*ABOUT THIS EXERCISE*.
Search the material below for the word "asked". Copy every line that has it.

(Beginning of EXCERPTED DATA)

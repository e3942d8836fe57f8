package strength_test

import (
	"math"
	"testing"

	"pgregory.net/rapid"

	"jointledger/strength"
)

// The table of demands: L is the load as given, u the ultimate factor, s the
// largest of the fitting factor and the special factors that name the check.
func TestDemand(t *testing.T) {
	f := strength.Factors{Ultimate: 1.5, Fitting: 1.15, Special: []strength.SpecialFactor{
		{Name: "bearing factor", Value: 2, Modes: []strength.Mode{strength.Bearing}, Members: []string{"lug"}},
		{Name: "casting factor", Value: 1.25, Members: []string{"clevis"}, UltimateOnly: true},
		{Name: "small", Value: 1.1},
	}}
	check := func(member string, mode strength.Mode, level strength.Level) strength.Check {
		return strength.Check{Member: member, Mode: mode, Level: level}
	}
	for _, c := range []struct {
		name         string
		check        strength.Check
		given        strength.Level
		safety       strength.Safety
		applySpecial bool
		want         float64
		fromUltimate bool
	}{
		{"ultimate check, limit load: L u s", check("lug", strength.NetSection, strength.Ultimate), strength.Limit, strength.ByRegulation, false, 1.5 * 1.15, false},
		{"ultimate check, ultimate load: L s", check("lug", strength.NetSection, strength.Ultimate), strength.Ultimate, strength.ByRegulation, false, 1.15, false},
		{"limit check, limit load: L s", check("lug", strength.NetSection, strength.Limit), strength.Limit, strength.ByRegulation, false, 1.15, false},
		{"limit check, ultimate load: L s / u", check("lug", strength.NetSection, strength.Limit), strength.Ultimate, strength.ByRegulation, false, 1.15 / 1.5, true},
		{"special factor that names the check, not multiplied", check("lug", strength.Bearing, strength.Ultimate), strength.Limit, strength.ByRegulation, false, 1.5 * 2, false},
		{"special factor of another member", check("pin", strength.Bearing, strength.Ultimate), strength.Limit, strength.ByRegulation, false, 1.5 * 1.15, false},
		{"special factor at ultimate only", check("clevis", strength.NetSection, strength.Ultimate), strength.Limit, strength.ByRegulation, false, 1.5 * 1.25, false},
		{"special factor at ultimate only, at limit", check("clevis", strength.NetSection, strength.Limit), strength.Limit, strength.ByRegulation, false, 1.15, false},
		{"own factor, limit load: L", check("lug", strength.Fracture, strength.Limit), strength.Limit, strength.ByMethod, false, 1, false},
		{"own factor, ultimate load: L / u", check("lug", strength.Fracture, strength.Limit), strength.Ultimate, strength.ByMethod, false, 1 / 1.5, true},
		{"own factor with special ones: L s", check("lug", strength.Fracture, strength.Limit), strength.Limit, strength.ByMethod, true, 1.15, false},
		{"resistance, limit load: L u", check("lug", strength.Fracture, strength.Ultimate), strength.Limit, strength.ByResistance, false, 1.5, false},
		{"resistance, ultimate load: L", check("lug", strength.Fracture, strength.Ultimate), strength.Ultimate, strength.ByResistance, false, 1, false},
	} {
		d := f.Demand(&c.check, c.given, c.safety, c.applySpecial)
		if got := d.Factor(); math.Abs(got-c.want) > 1e-15 || d.FromUltimate != c.fromUltimate {
			t.Errorf("%s: factor %v, from ultimate %v; want %v, %v", c.name, got, d.FromUltimate, c.want, c.fromUltimate)
		}
		product := 100.0
		for _, w := range d.Workings(nil, strength.Working{}, f, "P", 100*d.Factor(), strength.Force) {
			switch w.Symbol {
			case "s":
				product *= w.Value
			case "u":
				if product *= w.Value; c.check.Level == strength.Limit {
					product /= w.Value * w.Value
				}
			case "demand":
				if math.Abs(w.Value-product) > 1e-12*product {
					t.Errorf("%s: the workings give %v and the demand is %v by %q", c.name, product, w.Value, w.Equation)
				}
			}
		}
	}
}

func TestMarksWeakenInOrder(t *testing.T) {
	order := []strength.Mark{
		strength.Given, strength.Seen, strength.FromCurveSet("a@1"), strength.Derived, strength.CommonPractice,
		strength.FromMemory(95), strength.FromMemory(60),
	}
	for i, m := range order {
		for j, n := range order {
			if m.Weaker(n) != (i > j) {
				t.Errorf("%q weaker than %q: %v", m, n, m.Weaker(n))
			}
		}
		parsed, ok := strength.ParseMark(m.String())
		if fromSet := i == 2; ok == fromSet || ok && parsed != m {
			t.Errorf("%q is read as %q, %v", m, parsed, ok)
		}
	}
	for _, text := range []string{"", "memory", "memory 0%", "memory 100%", "memory 5", "memory 05%", "Seen"} {
		if m, ok := strength.ParseMark(text); ok {
			t.Errorf("%q is read as %q", text, m)
		}
	}
}

// 7050-T7451 plate, .250-1.500 in, A values in ksi: MIL-HDBK-5J table
// 3.7.4.0(b1). Halfway between the ratios a straight line gives the mean.
func TestBearingAt(t *testing.T) {
	m := strength.Material{Name: "7050-T7451", Bearing: []strength.BearingStrength{
		{EOverD: 1.5, Fbru: 107, Fbry: 86}, {EOverD: 2, Fbru: 140, Fbry: 101},
	}}
	for _, c := range []struct {
		property strength.Property
		eOverD   float64
		want     float64
	}{
		{strength.Fbru, 1.5, 107},
		{strength.Fbru, 1.5 - 1e-10, 107},
		{strength.Fbru, 1.75, 123.5},
		{strength.Fbry, 1.75, 93.5},
		{strength.Fbru, 2, 140},
		{strength.Fbru, 3, 140},
	} {
		got, why := m.BearingAt(c.property, c.eOverD)
		if !why.Empty() || math.Abs(got-c.want) > 1e-6 {
			t.Errorf("%s at %v: %v %v, want %v", c.property, c.eOverD, got, why, c.want)
		}
	}
	for _, low := range []float64{1.2, 1.4999} {
		if got, why := m.BearingAt(strength.Fbru, low); why.Empty() {
			t.Errorf("e/D %v is extrapolated to %v", low, got)
		}
	}
	if _, why := (&strength.Material{}).BearingAt(strength.Fbru, 2); why.Empty() {
		t.Error("a material without bearing values has one")
	}
}

func TestCompareHasNoNumbersThatJSONCannotWrite(t *testing.T) {
	rapid.Check(t, func(t *rapid.T) {
		demand, allowable := rapid.Float64Min(0).Draw(t, "demand"), rapid.Float64Range(0, 1e300).Draw(t, "allowable")
		m := strength.Compare(demand, allowable)
		if math.IsNaN(m.Margin) || math.IsInf(m.Margin, 0) {
			t.Fatalf("margin %v", m.Margin)
		}
		if m.Status != strength.NotExercised && (m.Margin >= 0) != (m.Status == strength.Adequate) {
			t.Fatalf("margin %v is %s", m.Margin, m.Status)
		}
	})
}

func TestWithinTolerance(t *testing.T) {
	for milli := 100; milli <= 1000; milli++ {
		d := float64(milli) / 1000
		e := 1.5 * d * 25.4
		if !strength.AtLeast(e, d*25.4*1.5) || !strength.AtMost(e, d*25.4*1.5) || strength.Less(e, d*25.4*1.5) || strength.More(e, 1.5*(d*25.4)) {
			t.Errorf("1.5 x %v in is not 1.5 D", d)
		}
	}
	if strength.AtLeast(1-1e-8, 1) || strength.AtMost(1+1e-8, 1) {
		t.Error("the tolerance is wider than 1e-9")
	}
}

func TestMessagesAreWrittenInTheCallersUnits(t *testing.T) {
	m := strength.Say("%s is %v, %v wide", "it", strength.Length.Of(25.4), strength.Say("not %v", strength.Length.Of(50.8)))
	got := m.Render(func(q strength.Quantity) string {
		if q.Unit != strength.Length {
			t.Errorf("unit %v", q.Unit)
		}
		return map[float64]string{25.4: "1 in", 50.8: "2 in"}[q.Value]
	})
	if want := "it is 1 in, not 2 in wide"; got != want {
		t.Errorf("got %q, want %q", got, want)
	}
}
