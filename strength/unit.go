package strength

import (
	"fmt"
	"math"
)

// Unit says what a number measures, as powers of force and of length. Inside
// the program forces are N, lengths mm and stresses MPa; only the edge of the
// program turns them into what a caller asked for.
type Unit struct {
	Force, Length int8
	// Angle marks degrees, which no choice of units changes.
	Angle bool
}

// The units that joint calculations speak.
var (
	None       = Unit{}
	Force      = Unit{Force: 1}
	Length     = Unit{Length: 1}
	Area       = Unit{Length: 2}
	Volume     = Unit{Length: 3}
	Quartic    = Unit{Length: 4} // second moment of area
	Stress     = Unit{Force: 1, Length: -2}
	Moment     = Unit{Force: 1, Length: 1}
	Stiffness  = Unit{Force: 1, Length: -1}
	Compliance = Unit{Force: -1, Length: 1}
	Degrees    = Unit{Angle: true}
)

// Times returns the unit of a product.
func (u Unit) Times(v Unit) Unit {
	return Unit{Force: u.Force + v.Force, Length: u.Length + v.Length}
}

// Over returns the unit of a quotient.
func (u Unit) Over(v Unit) Unit {
	return Unit{Force: u.Force - v.Force, Length: u.Length - v.Length}
}

// Quantity is a number with what it measures, in N, mm, MPa or degrees.
type Quantity struct {
	Value float64
	Unit  Unit
}

// Of makes a quantity.
func (u Unit) Of(value float64) Quantity { return Quantity{value, u} }

// Message is a sentence whose quantities are written only at the edge, in the
// units of whoever asked.
type Message struct {
	format string
	args   []any
}

// Say makes a message; quantities stand in format as %v.
func Say(format string, args ...any) Message { return Message{format, args} }

// Empty reports whether there is nothing to say.
func (m Message) Empty() bool { return m.format == "" }

// Render writes the message; write turns each quantity into text.
func (m Message) Render(write func(Quantity) string) string {
	if len(m.args) == 0 {
		return m.format
	}
	args := make([]any, len(m.args))
	for i, a := range m.args {
		switch a := a.(type) {
		case Quantity:
			args[i] = write(a)
		case Message:
			args[i] = a.Render(write)
		default:
			args[i] = a
		}
	}
	return fmt.Sprintf(m.format, args...)
}

// Within is the relative tolerance with which a limit of range, a layout rule
// or a limit of geometry is met, so that 1.5 D typed in inches is 1.5 D.
const Within = 1e-9

// AtLeast reports whether x reaches limit, within the tolerance.
func AtLeast(x, limit float64) bool { return x >= limit-float64(Within*math.Abs(limit)) }

// AtMost reports whether x stays at or under limit, within the tolerance.
func AtMost(x, limit float64) bool { return x <= limit+float64(Within*math.Abs(limit)) }

// Less reports whether x is under limit by more than the tolerance.
func Less(x, limit float64) bool { return !AtLeast(x, limit) }

// More reports whether x is over limit by more than the tolerance.
func More(x, limit float64) bool { return !AtMost(x, limit) }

(End of EXCERPTED DATA)

*COMPLETED EXERCISE*.
// program turns them into what a caller asked for.
// units of whoever asked.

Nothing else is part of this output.